Your goal:
In the material below, find each line that contains the word "index" and copy it.

Records supplied:
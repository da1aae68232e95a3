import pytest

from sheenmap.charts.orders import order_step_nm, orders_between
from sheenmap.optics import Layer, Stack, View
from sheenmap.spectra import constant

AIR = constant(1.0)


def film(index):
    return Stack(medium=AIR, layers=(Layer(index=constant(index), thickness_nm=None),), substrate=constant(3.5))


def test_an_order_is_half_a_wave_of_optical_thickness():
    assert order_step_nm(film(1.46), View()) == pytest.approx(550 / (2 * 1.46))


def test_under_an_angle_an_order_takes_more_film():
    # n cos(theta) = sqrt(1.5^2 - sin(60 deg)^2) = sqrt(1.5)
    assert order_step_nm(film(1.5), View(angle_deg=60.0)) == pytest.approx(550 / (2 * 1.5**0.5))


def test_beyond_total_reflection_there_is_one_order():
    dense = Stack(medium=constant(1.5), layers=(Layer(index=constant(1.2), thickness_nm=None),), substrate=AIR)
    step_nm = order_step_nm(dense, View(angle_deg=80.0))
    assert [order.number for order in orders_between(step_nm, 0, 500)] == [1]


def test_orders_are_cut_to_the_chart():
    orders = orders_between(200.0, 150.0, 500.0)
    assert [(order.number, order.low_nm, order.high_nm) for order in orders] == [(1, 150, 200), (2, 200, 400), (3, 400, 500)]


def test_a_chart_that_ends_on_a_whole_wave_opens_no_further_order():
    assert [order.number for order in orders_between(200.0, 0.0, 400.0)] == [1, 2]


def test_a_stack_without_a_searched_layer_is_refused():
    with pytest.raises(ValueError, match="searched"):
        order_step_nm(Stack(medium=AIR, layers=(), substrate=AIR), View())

Task answer:
def film(index):
    return Stack(medium=AIR, layers=(Layer(index=constant(index), thickness_nm=None),), substrate=constant(3.5))
    dense = Stack(medium=constant(1.5), layers=(Layer(index=constant(1.2), thickness_nm=None),), substrate=AIR)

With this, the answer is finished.